Task prompt: Output each line from the one that contains "segment->mtu_bytes);" to the final line of the data below, exactly, and include nothing else.

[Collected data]
──────
/* SPDX-License-Identifier: GPL-3.0-or-later */
/* The text form of ceiling_report: a ladder a direction, every column of which
 * adds up as printed, then the bounds, then the other protocols. */
#include <inttypes.h>
#include <string.h>

#include "columns.h"
#include "report/ceiling_report.h"

#define CELL_SIZE 32

/* One unit for a column of rates, three digits after the point. */
struct rate_unit {
	uint64_t least_line_bps;	/* from this line rate on */
	uint64_t digit_bps;		/* the last digit */
	const char *symbol;
};
static const struct rate_unit rate_units[] = {
	{ UINT64_C(100000000000), 1000000, "Gbit/s" },
	{ 10000000, 1000, "Mbit/s" },
	{ 0, 1, "kbit/s" },
};

static const struct rate_unit *
unit_for(uint64_t line_rate_bps)
{
	const struct rate_unit *unit = rate_units;

	while (line_rate_bps < unit->least_line_bps)
		unit++;
	return unit;
}

/* A column of the ladder in whole last digits. */
struct ladder_column {
	unsigned digits;		/* after the point */
	uint64_t top;			/* the medium's line rate */
	uint64_t levels[LEVELS];
	uint64_t steps[LADDER_STEPS_MAX];
};

/* Sets digits, 0 to 3, of a whole number of last digits. */
static const char *
decimal(uint64_t value, unsigned digits, const char *sign, char buf[CELL_SIZE])
{
	uint64_t unit = 1;
	unsigned i;

	for (i = 0; i < digits; i++)
		unit *= 10;
	if (digits == 0)
		(void)snprintf(buf, CELL_SIZE, "%s%" PRIu64, sign, value);
	else
		(void)snprintf(buf, CELL_SIZE, "%s%" PRIu64 ".%0*" PRIu64, sign,
		    value / unit, (int)digits, value % unit);
	return buf;
}

static void
round_levels(struct ladder_column *column, const struct ceiling *ceiling,
    const struct fraction levels[LEVELS], const struct fraction steps[])
{
	int level;

	for (level = 0; level < LEVELS; level++)
		column->levels[level] = fraction_floor(levels[level]);
	ladder_round(ceiling->steps, ceiling->steps_count, steps, levels,
	    column->steps);
}

/* Rates divided by this many bit/s: a unit's last digit, or for shares the
 * ten-thousandth part of the line rate.  Levels are rounded down, with a half
 * to the nearest. */
static void
fill_rates(struct ladder_column *column, const struct ceiling *ceiling,
    struct fraction digit, struct fraction half)
{
	struct fraction levels[LEVELS], steps[LADDER_STEPS_MAX];
	size_t i;

	for (i = 0; i < LEVELS; i++)
		levels[i] = fraction_add(half, fraction_divide(fraction_whole(
		    ceiling->rate_bps[i]), digit));
	for (i = 0; i < ceiling->steps_count; i++)
		steps[i] = fraction_divide(fraction_whole(
		    ceiling->steps[i].bps), digit);
	column->top = fraction_floor(fraction_divide(fraction_whole(
	    ceiling->line_rate_bps), digit));
	round_levels(column, ceiling, levels, steps);
}

static void
fill_octets(struct ladder_column *column, const struct ceiling *ceiling)
{
	struct fraction levels[LEVELS], steps[LADDER_STEPS_MAX];
	uint64_t scale = 1;
	size_t i;

	column->digits = 0;
	if (ceiling->level_bytes_den != 1) {
		column->digits = 3;
		scale = 1000;
	}
	for (i = 0; i < LEVELS; i++)
		levels[i] = fraction_make(scale * ceiling->level_bytes_num[i],
		    ceiling->level_bytes_den);
	for (i = 0; i < ceiling->steps_count; i++)
		steps[i] = fraction_make(scale * ceiling->steps[i].bytes_num,
		    ceiling->steps[i].bytes_den);
	round_levels(column, ceiling, levels, steps);
}

struct ladder {
	struct ladder_column octets, rates, shares;
};

static void
level_row(struct columns *columns, const struct ladder *ladder,
    enum layer_level level)
{
	char octets[CELL_SIZE], rate[CELL_SIZE], share[CELL_SIZE];
	const char *cells[] = { level_name(level),
		decimal(ladder->octets.levels[level], ladder->octets.digits,
		    "", octets),
		decimal(ladder->rates.levels[level], ladder->rates.digits, "",
		    rate),
		decimal(ladder->shares.levels[level], ladder->shares.digits,
		    "", share), "" };

	columns_row(columns, cells);
}

static void
step_row(struct columns *columns, const struct ladder *ladder,
    const struct ladder_step *step, size_t i)
{
	char name[sizeof(step->name) + 4];
	char octets[CELL_SIZE], rate[CELL_SIZE], share[CELL_SIZE];
	const char *cells[] = { name, octets, rate, share, step->source };

	(void)snprintf(name, sizeof(name), "  %s", step->name);
	(void)decimal(ladder->octets.steps[i], ladder->octets.digits, "-",
	    octets);
	if (step->bytes_num == 0)
		octets[0] = '\0';
	(void)decimal(ladder->rates.steps[i], ladder->rates.digits, "-", rate);
	(void)decimal(ladder->shares.steps[i], ladder->shares.digits, "-",
	    share);
	columns_row(columns, cells);
}

static void
print_ladder(const struct ceiling *ceiling, const struct rate_unit *unit,
    const char *line_source, FILE *out)
{
	struct columns *columns = columns_new("lrrrl");
	struct ladder ladder;
	char octets[CELL_SIZE] = "", rate[CELL_SIZE], share[CELL_SIZE];
	const char *head[] = { "from the line to the payload", "B/packet",
		unit->symbol, "% of line", "source" };
	const char *top[] = { "line rate", octets, rate, share, line_source };
	size_t i;

	memset(&ladder, 0, sizeof(ladder));
	fill_octets(&ladder.octets, ceiling);
	ladder.rates.digits = 3;
	fill_rates(&ladder.rates, ceiling, fraction_whole(unit->digit_bps),
	    fraction_whole(0));
	ladder.shares.digits = 2;
	fill_rates(&ladder.shares, ceiling, fraction_make(
	    ceiling->line_rate_bps, 10000), fraction_make(1, 2));
	(void)decimal(ladder.rates.top, ladder.rates.digits, "", rate);
	(void)decimal(ladder.shares.top, ladder.shares.digits, "", share);
	columns_row(columns, head);
	columns_rule(columns);
	if (ceiling->unused_bps == 0) {
		top[0] = level_name(LEVEL_LINE);
		(void)decimal(ladder.octets.levels[LEVEL_LINE],
		    ladder.octets.digits, "", octets);
	}
	columns_row(columns, top);
	for (i = 0; i < ceiling->steps_count; i++) {
		step_row(columns, &ladder, &ceiling->steps[i], i);
		if (ceiling->steps[i].reaches_level)
			level_row(columns, &ladder, ceiling->steps[i].level);
	}
	columns_print(columns, 0, out);
	columns_free(columns);
}

static void
print_bounds(const struct ceiling *ceiling, const struct rate_unit *unit,
    FILE *out)
{
	struct columns *columns = columns_new("llrll");
	const char *head[] = { "bound", "class", unit->symbol, "binds",
		"source" };
	char rate[CELL_SIZE];
	size_t i;

	columns_row(columns, head);
	columns_rule(columns);
	for (i = 0; i < ceiling->bounds_count; i++) {
		const struct bound *bound = &ceiling->bounds[i];
		const char *cells[] = { bound->name,
			bound_class_name(bound->class),
			decimal(bound->payload_bps / unit->digit_bps, 3, "",
			    rate), bound->binding ? "yes" : "",
			bound->source };

		columns_row(columns, cells);
	}
	columns_print(columns, 0, out);
	columns_free(columns);
}

static void
print_protocols(const struct ceiling_report *report, enum direction direction,
    const struct rate_unit *unit, FILE *out)
{
	struct columns *columns = columns_new("lr");
	const char *head[] = { "payload of a trial over", unit->symbol };
	char rate[CELL_SIZE];
	enum protocol p;

	columns_row(columns, head);
	columns_rule(columns);
	for (p = 0; p < PROTOCOLS; p++) {
		const char *cells[] = { protocol_name(p), decimal(
			report->payload_bps[direction][p] / unit->digit_bps,
			3, "", rate) };

		columns_row(columns, cells);
	}
	columns_print(columns, 0, out);
	columns_free(columns);
}

static const struct bound *
binding_bound(const struct ceiling *ceiling)
{
	size_t i;

	for (i = 0; i < ceiling->bounds_count; i++)
		if (ceiling->bounds[i].binding &&
		    ceiling->bounds[i].class != BOUND_CONDITION)
			return &ceiling->bounds[i];
	return NULL;
}

static void
print_direction(const struct ceiling_report *report, enum direction direction,
    const char *title, FILE *out)
{
	const struct ceiling *ceiling = &report->ceilings[direction];
	const struct rate_unit *unit = unit_for(ceiling->line_rate_bps);
	const struct bound *binding = binding_bound(ceiling);
	const struct medium *medium;
	char rate[CELL_SIZE];

	medium = report->circuit->segments[ceiling->narrow].medium.medium;
	(void)fprintf(out, "\n%s: %s %s of payload over %s\nset by %s\n",
	    title, decimal(ceiling->rate_bps[LEVEL_PAYLOAD] / unit->digit_bps,
	    3, "", rate), unit->symbol, protocol_name(ceiling->protocol),
	    binding != NULL ? binding->name : "nothing");
	if (report->circuit->segments_count > 1)
		(void)fprintf(out, "in segment '%s', whose ladder this is\n",
		    report->circuit->segments[ceiling->narrow].name);
	(void)fputc('\n', out);
	print_ladder(ceiling, unit, medium->source, out);
	(void)fputc('\n', out);
	print_bounds(ceiling, unit, out);
	(void)fputc('\n', out);
	print_protocols(report, direction, unit, out);
}

/* The same but for the direction. */
static bool
alike(const struct ceiling *left, const struct ceiling *right)
{
	size_t i;

	if (left->narrow != right->narrow ||
	    left->line_rate_bps != right->line_rate_bps ||
	    left->bounds_count != right->bounds_count ||
	    left->payload_num != right->payload_num ||
	    left->payload_den != right->payload_den)
		return false;
	for (i = 0; i < left->bounds_count; i++)
		if (strcmp(left->bounds[i].name, right->bounds[i].name) != 0 ||
		    left->bounds[i].payload_bps != right->bounds[i].payload_bps)
			return false;
	return true;
}

static void
print_segments(const struct ceiling_report *report, FILE *out)
{
	static const char *const head[] = { "segment", "medium", "MTU",
		"layers" };
	const struct circuit *circuit = report->circuit;
	struct columns *columns = columns_new("llrw");
	char mtu[CELL_SIZE], layers[256];
	size_t i;

	columns_row(columns, head);
	columns_rule(columns);
	for (i = 0; i < circuit->segments_count; i++) {
		const struct segment *segment = &circuit->segments[i];
		const char *cells[] = { segment->name,
			segment->medium.medium->name, mtu,
			layers_text(&segment->layers, layers,
			    sizeof(layers)) };

		(void)snprintf(mtu, sizeof(mtu), "%" PRIu64 " B",
		    segment->mtu_bytes);
		columns_row(columns, cells);
	}
	(void)fputc('\n', out);
	columns_print(columns, 0, out);
	columns_free(columns);
}

void
ceiling_report_text(const struct ceiling_report *report, FILE *out)
{
	const struct circuit *circuit = report->circuit;
	const struct ceiling *ceilings = report->ceilings;
	char layers[256];
	enum direction d;

	if (circuit_is_reference(circuit)) {
		(void)fprintf(out, "%s: medium %s is a reference: it shows "
		    "what the machine can do and has\nno ceiling.\n",
		    circuit->name, circuit->segments[0].medium.medium->name);
		return;
	}
	(void)fprintf(out, "%s: packets of at most %" PRIu64 " B\n%s\n",
	    circuit->name, circuit_mtu(circuit),
	    layers_text(&circuit->segments[0].layers, layers,
	    sizeof(layers)));
	if (circuit->segments_count > 1)
		print_segments(report, out);
	if (alike(&ceilings[DIRECTION_A_TO_B], &ceilings[DIRECTION_B_TO_A])) {
		print_direction(report, DIRECTION_A_TO_B,
		    "both directions alike", out);
	} else {
		for (d = 0; d < DIRECTIONS_SINGLE; d++)
			print_direction(report, d, direction_name(d), out);
	}
	(void)fprintf(out, "\nAccuracy: %s; the clock of a line is within %"
	    PRIu64 " ppm.\n",
	    accuracy_name(ceilings[0].accuracy), ceilings[0].tolerance_ppm);
}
──────
Answer section:
		    segment->mtu_bytes);
		columns_row(columns, cells);
	}
	(void)fputc('\n', out);
	columns_print(columns, 0, out);
	columns_free(columns);
}

void
ceiling_report_text(const struct ceiling_report *report, FILE *out)
{
	const struct circuit *circuit = report->circuit;
	const struct ceiling *ceilings = report->ceilings;
	char layers[256];
	enum direction d;

	if (circuit_is_reference(circuit)) {
		(void)fprintf(out, "%s: medium %s is a reference: it shows "
		    "what the machine can do and has\nno ceiling.\n",
		    circuit->name, circuit->segments[0].medium.medium->name);
		return;
	}
	(void)fprintf(out, "%s: packets of at most %" PRIu64 " B\n%s\n",
	    circuit->name, circuit_mtu(circuit),
	    layers_text(&circuit->segments[0].layers, layers,
	    sizeof(layers)));
	if (circuit->segments_count > 1)
		print_segments(report, out);
	if (alike(&ceilings[DIRECTION_A_TO_B], &ceilings[DIRECTION_B_TO_A])) {
		print_direction(report, DIRECTION_A_TO_B,
		    "both directions alike", out);
	} else {
		for (d = 0; d < DIRECTIONS_SINGLE; d++)
			print_direction(report, d, direction_name(d), out);
	}
	(void)fprintf(out, "\nAccuracy: %s; the clock of a line is within %"
	    PRIu64 " ppm.\n",
	    accuracy_name(ceilings[0].accuracy), ceilings[0].tolerance_ppm);
}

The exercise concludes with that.